Saved data entries
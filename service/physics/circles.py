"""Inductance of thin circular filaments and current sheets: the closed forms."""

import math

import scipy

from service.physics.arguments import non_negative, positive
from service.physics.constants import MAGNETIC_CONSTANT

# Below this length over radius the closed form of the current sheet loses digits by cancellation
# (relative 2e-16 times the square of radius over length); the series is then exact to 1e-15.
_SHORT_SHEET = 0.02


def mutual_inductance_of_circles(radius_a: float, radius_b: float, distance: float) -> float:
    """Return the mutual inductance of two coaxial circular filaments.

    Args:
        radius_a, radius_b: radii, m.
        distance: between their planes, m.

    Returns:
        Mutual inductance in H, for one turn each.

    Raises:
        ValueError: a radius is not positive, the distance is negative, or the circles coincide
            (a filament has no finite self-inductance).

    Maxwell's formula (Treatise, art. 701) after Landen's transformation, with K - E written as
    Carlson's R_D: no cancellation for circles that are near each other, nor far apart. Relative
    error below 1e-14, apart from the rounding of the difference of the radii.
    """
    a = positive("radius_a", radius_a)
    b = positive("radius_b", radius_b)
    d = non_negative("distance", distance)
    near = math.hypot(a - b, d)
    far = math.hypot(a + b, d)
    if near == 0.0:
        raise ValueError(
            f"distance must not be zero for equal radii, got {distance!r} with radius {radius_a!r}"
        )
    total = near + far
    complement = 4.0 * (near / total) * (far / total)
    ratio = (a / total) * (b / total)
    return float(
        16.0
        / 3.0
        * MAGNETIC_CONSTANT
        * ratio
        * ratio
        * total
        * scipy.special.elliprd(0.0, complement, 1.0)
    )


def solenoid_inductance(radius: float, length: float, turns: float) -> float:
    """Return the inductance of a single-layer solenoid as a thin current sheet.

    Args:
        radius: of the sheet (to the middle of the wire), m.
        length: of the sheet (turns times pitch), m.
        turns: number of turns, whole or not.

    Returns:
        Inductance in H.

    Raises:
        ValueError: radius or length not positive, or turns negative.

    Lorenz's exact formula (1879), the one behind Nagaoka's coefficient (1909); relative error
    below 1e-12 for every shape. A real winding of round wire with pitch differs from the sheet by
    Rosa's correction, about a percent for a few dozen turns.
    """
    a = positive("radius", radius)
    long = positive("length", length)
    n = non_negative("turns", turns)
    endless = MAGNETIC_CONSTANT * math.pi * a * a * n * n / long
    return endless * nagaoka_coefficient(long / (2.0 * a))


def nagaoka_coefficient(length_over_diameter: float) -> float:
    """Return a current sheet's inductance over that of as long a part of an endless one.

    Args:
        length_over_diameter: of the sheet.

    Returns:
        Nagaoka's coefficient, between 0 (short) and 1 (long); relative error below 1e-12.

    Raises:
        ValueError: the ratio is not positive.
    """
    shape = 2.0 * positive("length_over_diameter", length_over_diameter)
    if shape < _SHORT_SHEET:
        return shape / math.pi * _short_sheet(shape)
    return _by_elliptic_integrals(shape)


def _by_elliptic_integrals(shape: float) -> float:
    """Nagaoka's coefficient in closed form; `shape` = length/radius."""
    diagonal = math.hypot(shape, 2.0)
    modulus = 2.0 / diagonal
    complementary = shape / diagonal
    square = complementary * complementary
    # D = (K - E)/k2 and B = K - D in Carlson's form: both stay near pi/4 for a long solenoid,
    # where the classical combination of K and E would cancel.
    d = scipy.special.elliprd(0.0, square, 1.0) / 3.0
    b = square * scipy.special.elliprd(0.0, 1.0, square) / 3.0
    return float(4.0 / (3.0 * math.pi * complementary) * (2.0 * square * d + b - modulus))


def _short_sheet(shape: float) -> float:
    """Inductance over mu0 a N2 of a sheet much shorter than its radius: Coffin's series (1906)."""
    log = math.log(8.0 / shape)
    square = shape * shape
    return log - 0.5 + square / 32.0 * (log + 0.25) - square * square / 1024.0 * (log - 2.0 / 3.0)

» **Task description**: All entries above must be reproduced without a single change.

» **The completed task**:
filename service/physics/circles.py
"""Inductance of thin circular filaments and current sheets: the closed forms."""

import math

import scipy

from service.physics.arguments import non_negative, positive
from service.physics.constants import MAGNETIC_CONSTANT

# Below this length over radius the closed form of the current sheet loses digits by cancellation
# (relative 2e-16 times the square of radius over length); the series is then exact to 1e-15.
_SHORT_SHEET = 0.02


def mutual_inductance_of_circles(radius_a: float, radius_b: float, distance: float) -> float:
    """Return the mutual inductance of two coaxial circular filaments.

    Args:
        radius_a, radius_b: radii, m.
        distance: between their planes, m.

    Returns:
        Mutual inductance in H, for one turn each.

    Raises:
        ValueError: a radius is not positive, the distance is negative, or the circles coincide
            (a filament has no finite self-inductance).

    Maxwell's formula (Treatise, art. 701) after Landen's transformation, with K - E written as
    Carlson's R_D: no cancellation for circles that are near each other, nor far apart. Relative
    error below 1e-14, apart from the rounding of the difference of the radii.
    """
    a = positive("radius_a", radius_a)
    b = positive("radius_b", radius_b)
    d = non_negative("distance", distance)
    near = math.hypot(a - b, d)
    far = math.hypot(a + b, d)
    if near == 0.0:
        raise ValueError(
            f"distance must not be zero for equal radii, got {distance!r} with radius {radius_a!r}"
        )
    total = near + far
    complement = 4.0 * (near / total) * (far / total)
    ratio = (a / total) * (b / total)
    return float(
        16.0
        / 3.0
        * MAGNETIC_CONSTANT
        * ratio
        * ratio
        * total
        * scipy.special.elliprd(0.0, complement, 1.0)
    )


def solenoid_inductance(radius: float, length: float, turns: float) -> float:
    """Return the inductance of a single-layer solenoid as a thin current sheet.

    Args:
        radius: of the sheet (to the middle of the wire), m.
        length: of the sheet (turns times pitch), m.
        turns: number of turns, whole or not.

    Returns:
        Inductance in H.

    Raises:
        ValueError: radius or length not positive, or turns negative.

    Lorenz's exact formula (1879), the one behind Nagaoka's coefficient (1909); relative error
    below 1e-12 for every shape. A real winding of round wire with pitch differs from the sheet by
    Rosa's correction, about a percent for a few dozen turns.
    """
    a = positive("radius", radius)
    long = positive("length", length)
    n = non_negative("turns", turns)
    endless = MAGNETIC_CONSTANT * math.pi * a * a * n * n / long
    return endless * nagaoka_coefficient(long / (2.0 * a))


def nagaoka_coefficient(length_over_diameter: float) -> float:
    """Return a current sheet's inductance over that of as long a part of an endless one.

    Args:
        length_over_diameter: of the sheet.

    Returns:
        Nagaoka's coefficient, between 0 (short) and 1 (long); relative error below 1e-12.

    Raises:
        ValueError: the ratio is not positive.
    """
    shape = 2.0 * positive("length_over_diameter", length_over_diameter)
    if shape < _SHORT_SHEET:
        return shape / math.pi * _short_sheet(shape)
    return _by_elliptic_integrals(shape)


def _by_elliptic_integrals(shape: float) -> float:
    """Nagaoka's coefficient in closed form; `shape` = length/radius."""
    diagonal = math.hypot(shape, 2.0)
    modulus = 2.0 / diagonal
    complementary = shape / diagonal
    square = complementary * complementary
    # D = (K - E)/k2 and B = K - D in Carlson's form: both stay near pi/4 for a long solenoid,
    # where the classical combination of K and E would cancel.
    d = scipy.special.elliprd(0.0, square, 1.0) / 3.0
    b = square * scipy.special.elliprd(0.0, 1.0, square) / 3.0
    return float(4.0 / (3.0 * math.pi * complementary) * (2.0 * square * d + b - modulus))


def _short_sheet(shape: float) -> float:
    """Inductance over mu0 a N2 of a sheet much shorter than its radius: Coffin's series (1906)."""
    log = math.log(8.0 / shape)
    square = shape * shape
    return log - 0.5 + square / 32.0 * (log + 0.25) - square * square / 1024.0 * (log - 2.0 / 3.0)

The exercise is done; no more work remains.